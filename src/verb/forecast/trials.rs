//! Trials of one law: how many sweeps its bounds take to meet, and how long attempts last.
//!
//! A trial is an attempt at a depth that was chosen before. It begins 2^depth sweeps in the past with
//! maps that nothing else used, so the time from its start to the meeting of the bounds is
//! distributed as the coupling time from the past is (Propp and Wilson 1996, from memory): the same
//! independent maps, numbered the other way round. If the bounds do not meet, the coupling time is
//! known to be longer, and counts as that. The first trials of a law do not know what depth is wanted
//! and try longer and longer pasts, as a draw does; of these one knows between which two powers of
//! two the coupling time lies.
//!
//! Whether another attempt is made depends on the time that is left and on how long attempts of that
//! depth take, never on what an attempt under way has found: slow samples are not dropped.

use std::collections::BTreeMap;
use std::time::Duration;

use crate::clock::Clock;
use crate::engine::Attempt;
use crate::engine::Engine;
use crate::engine::Stop;
use crate::engine::crew::{Crew, Settings};
use crate::error::{ErrorKind, Result};
use crate::law::Law;
use crate::observable::Observables;
use crate::observer::Observer;
use crate::quantity::{Digest, SampleIndex, Seed};
use crate::sample::{DEEPEST, Outcome, Sample};
use crate::statistics::Known;
use crate::stream::Address;

/// Exactly known coupling times that are enough: their mean is known to an eighth or better.
const ENOUGH: usize = 64;

/// Trials side by side, at least: so many are judged before the depth is chosen anew.
const BATCH: usize = 8;

/// Bytes of samples that are kept to see how they compress.
const KEPT_BYTES: usize = 1 << 20;

/// The world around a pilot.
pub struct Around<'a> {
    /// Tells the time.
    pub clock: &'a dyn Clock,
    /// Set when somebody wants the command to end.
    pub stop: &'a Stop,
    /// Set when that is so, or when the time is up.
    pub halt: &'a Stop,
    /// Told what is worked on.
    pub observer: &'a dyn Observer,
    /// The seed of the pilot, which is not the run's.
    pub seed: Seed,
    /// Engine, memory and threads of the pilot.
    pub settings: Settings,
    /// The threads of the run.
    pub threads: usize,
}

/// How an attempt of a draw comes about: kept parts of the random map make later ones cheaper.
#[derive(Clone, Copy, PartialEq, Eq, PartialOrd, Ord, Debug)]
pub enum Turn {
    /// It is the first one.
    First,
    /// The one before was shorter and failed.
    Longer,
    /// The one before was longer and met.
    Shorter,
}

/// What attempts cost, in seconds of one thread.
#[derive(Clone, Debug, Default)]
pub struct Prices(BTreeMap<Turn, BTreeMap<u8, Vec<f64>>>);

impl Prices {
    pub(super) fn add(&mut self, turn: Turn, depth: u8, seconds: f64) {
        let prices = self.0.entry(turn).or_default().entry(depth).or_default();
        // in order, for the median
        prices.insert(prices.partition_point(|price| *price < seconds), seconds);
    }

    /// Whether an attempt of this kind was measured.
    fn has(&self, turn: Turn) -> bool {
        self.0.contains_key(&turn)
    }

    /// The price of an attempt: the median of those measured, or in proportion to the sweeps from the nearest depth
    /// that was measured; 0 if none was. (The mean would let one first use of memory, or one interruption, count.)
    pub fn seconds(&self, turn: Turn, depth: u8) -> f64 {
        let measured = self.0.get(&turn).or_else(|| self.0.values().next());
        let nearest = measured.and_then(|depths| depths.iter().min_by_key(|(known, _)| known.abs_diff(depth)));
        nearest.map_or(0.0, |(known, prices)| {
            prices[prices.len() / 2] * 2f64.powi(i32::from(depth) - i32::from(*known))
        })
    }
}

/// What trials of one law have shown so far.
#[derive(Clone, Debug, Default)]
pub struct Trials {
    /// Coupling times, as far as they are known.
    pub times: Vec<Known>,
    /// What attempts cost.
    pub prices: Prices,
    /// A few samples.
    pub samples: Vec<Sample>,
    /// The deepest attempt that failed, and at how many sites its bounds differed.
    pub failed: Option<(u8, u64)>,
    /// Seconds for hash and observables of a sample: sum and number.
    finishing: (f64, f64),
    /// Seconds of attempts by the clock, and those that they had a processor.
    passed: (f64, f64),
    kept_bytes: usize,
    /// The depth that nearly every trial needs less than, once it can be guessed.
    aim: Option<u8>,
    /// Whether enough trials went the way of a draw, from one sweep on, to know what that costs.
    is_priced: bool,
    /// The number of the next trial.
    next: u64,
}

/// What a trial is to do.
#[derive(Clone, Copy)]
struct Task {
    number: u64,
    first_depth: u8,
    aim: Aim,
}

/// When a trial is over whose first attempt failed or met.
#[derive(Clone, Copy, PartialEq, Eq)]
enum Aim {
    /// It goes on to longer pasts until its bounds meet.
    Meeting,
    /// It is over.
    One,
    /// It is over, but a shorter attempt is made for its price.
    OneAndShorter,
}

/// Seconds of an attempt.
#[derive(Clone, Copy)]
struct Spent {
    /// Those that it had a processor: its price.
    busy: f64,
    /// Those by the clock.
    passed: f64,
}

/// What one trial gave.
#[derive(Default)]
struct Trial {
    time: Option<Known>,
    attempts: Vec<(Turn, u8, Spent)>,
    sample: Option<Sample>,
    finishing: f64,
    failed: Option<(u8, u64)>,
}

impl Trials {
    /// Whether as much is known as is worth its time.
    pub fn is_enough(&self) -> bool {
        let exact = |time: &&Known| matches!(time, Known::Exactly(_));
        self.times.iter().filter(exact).count() >= ENOUGH
    }

    /// Trials whose bounds met.
    pub fn met(&self) -> usize {
        let met = |time: &&Known| !matches!(time, Known::Beyond(_));
        self.times.iter().filter(met).count()
    }

    /// Seconds for hash and observables of one sample.
    pub fn finishing(&self) -> f64 {
        self.finishing.0 / self.finishing.1.max(1.0)
    }

    /// Makes trials on the threads of the pool that this is called in, until enough is known or no further one
    /// is over by `end`: one on each thread, for so the attempts of a run go on, and so they must be timed.
    ///
    /// # Errors
    /// [`ErrorKind::Stopped`] if somebody wants the command to end.
    pub fn go_on(&mut self, law: &Law, crew: &Crew<'_>, around: &Around<'_>, end: Duration) -> Result<()> {
        let making = Making {
            key: law.key()?,
            observables: Observables::new(law),
            around,
            end,
        };
        loop {
            around.stop.check()?;
            let tasks = self.next_tasks(end.saturating_sub(around.clock.elapsed()).as_secs_f64());
            let trials = crew.each(&tasks, |engine, task| making.trial(engine, *task))?;
            if trials.iter().all(|trial| trial.attempts.is_empty()) {
                return around.stop.check();
            }
            self.next += tasks.len() as u64;
            for trial in &trials {
                self.add(trial);
            }
            self.take_aim(&tasks, &trials);
        }
    }

    /// The next trials that there is time for; none if there is no need.
    fn next_tasks(&self, seconds: f64) -> Vec<Task> {
        if self.is_enough() || seconds <= 0.0 {
            return Vec::new();
        }
        // by the clock an attempt takes longer where others use the machine too
        let lag = if self.passed.1 > 0.0 {
            self.passed.0 / self.passed.1
        } else {
            1.0
        };
        let price = |depth: u8| lag * self.prices.seconds(Turn::First, depth);
        let threads = rayon::current_num_threads();
        let most = threads * BATCH.div_ceil(threads);
        let (depth, count, aim) = match self.aim {
            None => (self.failed.map_or(0, |(depth, _)| depth + 1), threads, Aim::Meeting),
            // once more what a draw does, now that its price is known: all attempts of nearly every one have
            // together no more sweeps than one to the aim
            Some(aim) if !self.is_priced && price(aim) * ((most / threads) as f64) < seconds / 2.0 => {
                (0, most, Aim::Meeting)
            }
            Some(aim) => {
                let depth = if price(aim) < seconds { aim } else { aim - 1 };
                let rounds = ((most / threads) as f64).min(seconds / price(depth));
                let priced = self.prices.has(Turn::Shorter);
                let aim = if priced { Aim::One } else { Aim::OneAndShorter };
                (depth, threads * rounds as usize, aim)
            }
        };
        if depth > DEEPEST || price(depth) >= seconds {
            return Vec::new();
        }
        let task = |number| Task {
            number: self.next + number,
            first_depth: depth,
            aim: match aim {
                Aim::OneAndShorter if number > 0 => Aim::One,
                aim => aim,
            },
        };
        (0..count as u64).map(task).collect()
    }

    /// Chooses the depth of the next trials by those that are over: twice the deepest of the first ones, and
    /// more if one in four fails.
    fn take_aim(&mut self, tasks: &[Task], trials: &[Trial]) {
        if self.aim.is_some() && tasks.iter().all(|task| task.aim == Aim::Meeting) {
            self.is_priced = true;
            return;
        }
        let deepest = trials
            .iter()
            .filter_map(|trial| trial.sample.as_ref())
            .map(|sample| sample.depth)
            .max();
        let failed = trials.iter().filter(|trial| trial.failed.is_some()).count();
        self.aim = match self.aim {
            None => deepest.map(|depth| (depth + 1).min(DEEPEST)),
            Some(aim) if failed * 4 > tasks.len() => Some((tasks[0].first_depth + 1).max(aim).min(DEEPEST)),
            aim => aim,
        };
    }

    fn add(&mut self, trial: &Trial) {
        for (turn, depth, spent) in &trial.attempts {
            self.prices.add(*turn, *depth, spent.busy);
            self.passed.0 += spent.passed;
            self.passed.1 += spent.busy;
        }
        self.times.extend(trial.time);
        self.failed = self.failed.max(trial.failed);
        if let Some(sample) = &trial.sample {
            self.finishing.0 += trial.finishing;
            self.finishing.1 += 1.0;
            let bytes = sample.exact().map_or(0, |exact| exact.as_bytes().len());
            if self.samples.is_empty() || self.kept_bytes + bytes <= KEPT_BYTES {
                self.kept_bytes += bytes;
                self.samples.push(sample.clone());
            }
        }
    }
}

/// What all trials of one batch share.
struct Making<'a> {
    key: Digest,
    observables: Observables,
    around: &'a Around<'a>,
    end: Duration,
}

impl Making<'_> {
    fn trial(&self, engine: &mut dyn Engine, task: Task) -> Result<Trial> {
        let address = Address {
            seed: self.around.seed,
            key: self.key,
            sample: SampleIndex(task.number),
        };
        let mut trial = Trial::default();
        let (mut depth, mut turn) = (task.first_depth, Turn::First);
        while let Some((attempt, spent)) = self.timed(|| engine.attempt(&address, depth, self.around.halt))? {
            trial.attempts.push((turn, depth, spent));
            let sweeps = 1u64 << depth;
            if let Some(merged_at) = attempt.merged_at {
                trial.time = Some(match turn {
                    Turn::First => Known::Exactly(sweeps - merged_at),
                    _ => Known::Within {
                        above: sweeps / 2,
                        up_to: sweeps,
                    },
                });
                let (sample, seconds) = self.finish(engine, depth, attempt);
                (trial.sample, trial.finishing) = (Some(sample), seconds);
                if task.aim == Aim::OneAndShorter && depth > 0 {
                    let shorter = self.timed(|| engine.attempt(&address, depth - 1, self.around.halt))?;
                    let spent = shorter.map(|(_, spent)| (Turn::Shorter, depth - 1, spent));
                    trial.attempts.extend(spent);
                }
                return Ok(trial);
            }
            trial.time = Some(Known::Beyond(sweeps));
            let next_ends = self.around.clock.elapsed() + Duration::from_secs_f64(2.0 * spent.passed);
            if task.aim != Aim::Meeting || depth == DEEPEST || next_ends > self.end {
                break;
            }
            (depth, turn) = (depth + 1, Turn::Longer);
        }
        if let Some((_, failed, _)) = trial.attempts.last() {
            let [lower, upper] = engine.bounds();
            let apart = (0..lower.sites()).filter(|site| lower.is_plus(*site) != upper.is_plus(*site));
            trial.failed = Some((*failed, apart.count() as u64));
        }
        Ok(trial)
    }

    /// The sample of an attempt that met, and the seconds for what a draw does with one.
    fn finish(&self, engine: &dyn Engine, depth: u8, attempt: Attempt) -> (Sample, f64) {
        let begin = self.around.clock.busy();
        let [exact, _] = engine.bounds();
        let _ = self.observables.measure(&exact);
        let sample = Sample {
            outcome: Outcome::Exact(exact),
            depth,
            merged_at: attempt.merged_at.unwrap_or(0),
            words: attempt.words,
        };
        let _ = sample.hash();
        (sample, self.around.clock.busy().saturating_sub(begin).as_secs_f64())
    }

    /// What `attempt` gives and what it took; nothing if the time was up before its end.
    fn timed(&self, attempt: impl FnOnce() -> Result<Attempt>) -> Result<Option<(Attempt, Spent)>> {
        let clock = self.around.clock;
        let begin = (clock.elapsed(), clock.busy());
        match attempt() {
            Ok(attempt) => {
                let spent = Spent {
                    busy: clock.busy().saturating_sub(begin.1).as_secs_f64(),
                    passed: clock.elapsed().saturating_sub(begin.0).as_secs_f64(),
                };
                Ok(Some((attempt, spent)))
            }
            Err(error) if matches!(error.kind(), ErrorKind::Stopped) => self.around.stop.check().map(|()| None),
            Err(error) => Err(error),
        }
    }
}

◇ ◇ ◇ ◇ ◇

TASK PROMPT: Lines with "mean" in them are what the answer must contain; copy each from the records above.

EXERCISE OUTPUT:
/// Exactly known coupling times that are enough: their mean is known to an eighth or better.
    /// that was measured; 0 if none was. (The mean would let one first use of memory, or one interruption, count.)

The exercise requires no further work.